Start of SOURCE RECORDS

/// Diode, Zener diode, and the LED and cell of a photocell.
#include "tests/core/parts/recorded_part.hpp"
#include <catch2/catch.hpp>
#include <cmath>

using namespace sinewright;
using namespace sinewright::testing;
using Catch::WithinAbs;
using Catch::WithinRel;

namespace {

constexpr double k_j_per_k = 1.380649e-23, q_c = 1.602176634e-19; // SI 2019

double diode_current(const RecordedPart& diode, double v) { return diode.current("a", diode.at({{"a", v}})); }

double forward_drop_v(double current_a, double temperature_k, const Settings& settings = {}) {
    const RecordedPart diode = record("diode", settings, temperature_k);
    return solve_rising([&](double v) { return diode_current(diode, v); }, current_a, 0, 2);
}

} // namespace

TEST_CASE("a small-signal diode drops 494.343, 606.744 and 719.146 mV at 0.1, 1 and 10 mA", "[parts]") {
    // Source: v = n·kT/q·ln(1 + i/Is) (Shockley 1949) with Is = 4 nA, n = 1.9, 25 °C; half a unit of the last digit.
    CHECK_THAT(forward_drop_v(1e-4, 298.15), WithinAbs(0.494343, 0.5e-6));
    CHECK_THAT(forward_drop_v(1e-3, 298.15), WithinAbs(0.606744, 0.5e-6));
    CHECK_THAT(forward_drop_v(1e-2, 298.15), WithinAbs(0.719146, 0.5e-6));
}

TEST_CASE("an antiparallel diode pair at zero bias is 6.10199 megohms", "[parts]") {
    // Source: n·kT/q/(2·Is).
    const RecordedPart diode = record("diode");
    CHECK_THAT(1 / (2 * diode.df(diode.at({}))(0, 0)), WithinAbs(6.10199e6, 5));
}

TEST_CASE("the forward drop falls by about 2 mV per kelvin", "[parts]") {
    // Source: the junction law Is(T) with 1.11 eV, solved at 298.15 K ± h; printed to the microvolt per kelvin.
    const auto slope_v_per_k = [](double current_a) {
        return (forward_drop_v(current_a, 298.16) - forward_drop_v(current_a, 298.14)) / 0.02;
    };
    CHECK_THAT(slope_v_per_k(1e-4), WithinAbs(-2.323e-3, 0.5e-6));
    CHECK_THAT(slope_v_per_k(1e-3), WithinAbs(-1.946e-3, 0.5e-6));
    CHECK_THAT(slope_v_per_k(1e-2), WithinAbs(-1.569e-3, 0.5e-6));
    const RecordedPart at_25 = record("diode"), at_35 = record("diode", {}, 308.15);
    CHECK_THAT(diode_current(at_35, -1) / diode_current(at_25, -1), WithinAbs(2.203, 0.5e-3));
}

TEST_CASE("a diode follows the contract's equations at any temperature", "[parts]") {
    const double Is = 1e-12, n = 1.2, Eg = 0.69, tt = 6e-9, Cj = 4e-12, T = 330;
    const RecordedPart d = record("diode",
                                  {{"saturation_current", Is},
                                   {"ideality", n},
                                   {"bandgap", Eg},
                                   {"transit_time", tt},
                                   {"junction_capacitance", Cj}},
                                  T);
    const double Is_T =
        Is * std::pow(T / 298.15, 3 / n) * std::exp((Eg * q_c / (n * k_j_per_k)) * (1 / 298.15 - 1 / T));
    for (const double v : {-2.0, -0.1, 0.2, 0.45}) {
        const auto x = d.at({{"a", v + 0.25}, {"k", 0.25}});
        const double i = Is_T * (std::exp(v / (n * k_j_per_k * T / q_c)) - 1);
        CHECK_THAT(d.current("a", x), WithinRel(i, 1e-12));
        CHECK_THAT(d.charge("a", x), WithinRel(tt * i + Cj * v, 1e-12));
    }
}

TEST_CASE("the whole current of a diode flows through its series resistance", "[parts]") {
    const RecordedPart d = record("diode", {{"series_resistance", 10.0}, {"junction_capacitance", 4e-12}});
    const double v_j = 0.6, i = 4e-9 * (std::exp(v_j / (1.9 * k_j_per_k * 298.15 / q_c)) - 1);
    const auto x = d.at({{"a", v_j + 10 * i}, {"junction", v_j}}); // v_j = v_ak − i·Rs
    CHECK_THAT(d.current("a", x), WithinRel(i, 1e-12));
    CHECK_THAT(d.f(x)[d.index("junction")], WithinAbs(0, 1e-12 * i));
    CHECK_THAT(d.q(x)[d.index("junction")], WithinRel(4e-12 * v_j, 1e-14));
    CHECK(d.charge("a", x) == 0);
}

TEST_CASE("above an argument of 80 the exponential goes on straight, value and slope joined", "[parts]") {
    const RecordedPart d = record("diode");
    const double knee_v = 80 * 1.9 * k_j_per_k * 298.15 / q_c, step = 1e-9;
    const auto slope = [&](double v) { return d.df(d.at({{"a", v}}))(0, 0); };
    CHECK_THAT(diode_current(d, knee_v + step), WithinRel(diode_current(d, knee_v - step), 1e-7));
    CHECK_THAT(slope(knee_v + step), WithinRel(slope(knee_v - step), 1e-7));
    CHECK(slope(knee_v + 1) == slope(knee_v + 100));
    CHECK_THAT(diode_current(d, knee_v + 10), WithinRel(diode_current(d, knee_v) + 10 * slope(knee_v + step), 1e-12));
}

TEST_CASE("the harmonics of a diode pair under a sine are Bessel functions", "[parts]") {
    // Source: Abramowitz & Stegun 9.6.34, i_k = 4·Is·I_k(A/(n·kT/q)); printed rows by an independent numeric run.
    struct Row {
        double amplitude_v, resistance_ohm, resistance_digit, third;
    };
    const RecordedPart diode = record("diode");
    const double slope_v = 1.9 * k_j_per_k * 298.15 / q_c;
    for (const Row& row :
         {Row{0.1, 3.755711e6, 1, 0.138985}, Row{0.3, 266.968e3, 1, 0.500139}, Row{0.4, 52.0466e3, 0.1, 0.598075},
          Row{0.5, 9.28129e3, 0.01, 0.665111}, Row{0.6, 1.56243e3, 0.01, 0.713395}}) {
        INFO(row.amplitude_v << " V");
        const auto current = over_a_cycle(256, [&](double phase) {
            const double v = row.amplitude_v * std::cos(phase);
            return diode_current(diode, v) - diode_current(diode, -v);
        });
        const double i_1 = cosine_harmonic(current, 1), x = row.amplitude_v / slope_v;
        CHECK_THAT(i_1, WithinRel(4 * 4e-9 * std::cyl_bessel_i(1.0, x), 1e-12));
        CHECK_THAT(cosine_harmonic(current, 3), WithinRel(4 * 4e-9 * std::cyl_bessel_i(3.0, x), 1e-12));
        CHECK_THAT(row.amplitude_v / i_1, WithinAbs(row.resistance_ohm, row.resistance_digit / 2));
        CHECK_THAT(cosine_harmonic(current, 3) / i_1, WithinAbs(row.third, 0.5e-6));
        CHECK_THAT(cosine_harmonic(current, 2) / i_1, WithinAbs(0, 1e-14));
    }
}

TEST_CASE("a Zener diode carries its breakdown current at its breakdown voltage", "[parts]") {
    const double Vz = 5.6, Iz = 5e-3, nz = 3, T = 310;
    const RecordedPart z = record(
        "zener",
        {{"breakdown_voltage", Vz}, {"breakdown_current", Iz}, {"breakdown_ideality", nz}, {"transit_time", 1e-8}}, T);
    const double Is_T =
        4e-9 * std::pow(T / 298.15, 3 / 1.9) * std::exp((1.11 * q_c / (1.9 * k_j_per_k)) * (1 / 298.15 - 1 / T));
    for (const double v : {-5.7, -5.6, -5.0, -1.0, 0.0, 0.3, 0.6}) {
        const double i = Is_T * (std::exp(v / (1.9 * k_j_per_k * T / q_c)) - 1) -
                         Iz * std::exp(-(v + Vz) / (nz * k_j_per_k * T / q_c));
        const auto x = z.at({{"a", v}});
        CHECK_THAT(z.current("a", x), WithinRel(i, 1e-12));
        CHECK_THAT(z.charge("a", x), WithinRel(1e-8 * i, 1e-12));
    }
    CHECK_THAT(z.current("k", z.at({{"k", Vz}})), WithinRel(Iz + Is_T, 1e-9)); // cathode positive
}

TEST_CASE("a photocell's conductance follows the light of its LED with a lag", "[parts]") {
    const double Is = 1e-17, n = 1.8, dark = 1e-6, g = 0.05, gamma = 0.7, lag = 0.1, T = 298.15;
    const RecordedPart p = record("photocell", {{"saturation_current", Is},
                                                {"ideality", n},
                                                {"dark_conductance", dark},
                                                {"sensitivity", g},
                                                {"gamma", gamma},
                                                {"lag", lag}});
    for (const double v : {0.9, 1.4}) {
        const double i_led = Is * (std::exp(v / (n * k_j_per_k * T / q_c)) - 1), G = 2e-4;
        const auto x = p.at({{"anode", v}, {"a", 0.3}, {"b", -0.2}, {"conductance", G}});
        CHECK_THAT(p.current("anode", x), WithinRel(i_led, 1e-12));
        CHECK_THAT(p.current("cathode", x), WithinRel(-i_led, 1e-12));
        CHECK_THAT(p.current("a", x), WithinRel(G * 0.5, 1e-14));
        CHECK_THAT(p.current("b", x), WithinRel(-G * 0.5, 1e-14));
        CHECK_THAT(p.rate("conductance", x), WithinRel((dark + g * std::pow(i_led, gamma) - G) / lag, 1e-11));
    }
}

TEST_CASE("with no light or a reversed LED the cell is dark, without any infinite slope", "[parts]") {
    const RecordedPart p = record("photocell", {{"sensitivity", 0.05}, {"gamma", 0.5}, {"lag", 0.1}});
    for (const double v : {0.0, -1.0, -5.0}) {
        const auto x = p.at({{"anode", v}});
        CHECK(p.rate("conductance", x) == 0); // it starts dark and stays so
        CHECK(p.df(x)(p.index("conductance"), p.index("anode")) == 0);
    }
    CHECK(p.unknowns[p.index("conductance")].start == 1e-8); // contract default
}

End of SOURCE RECORDS

GOAL OF THE EXERCISE
Wherever a line in the records contains the word "printed", copy that line.

SOLVED EXERCISE
    // Source: the junction law Is(T) with 1.11 eV, solved at 298.15 K ± h; printed to the microvolt per kelvin.
    // Source: Abramowitz & Stegun 9.6.34, i_k = 4·Is·I_k(A/(n·kT/q)); printed rows by an independent numeric run.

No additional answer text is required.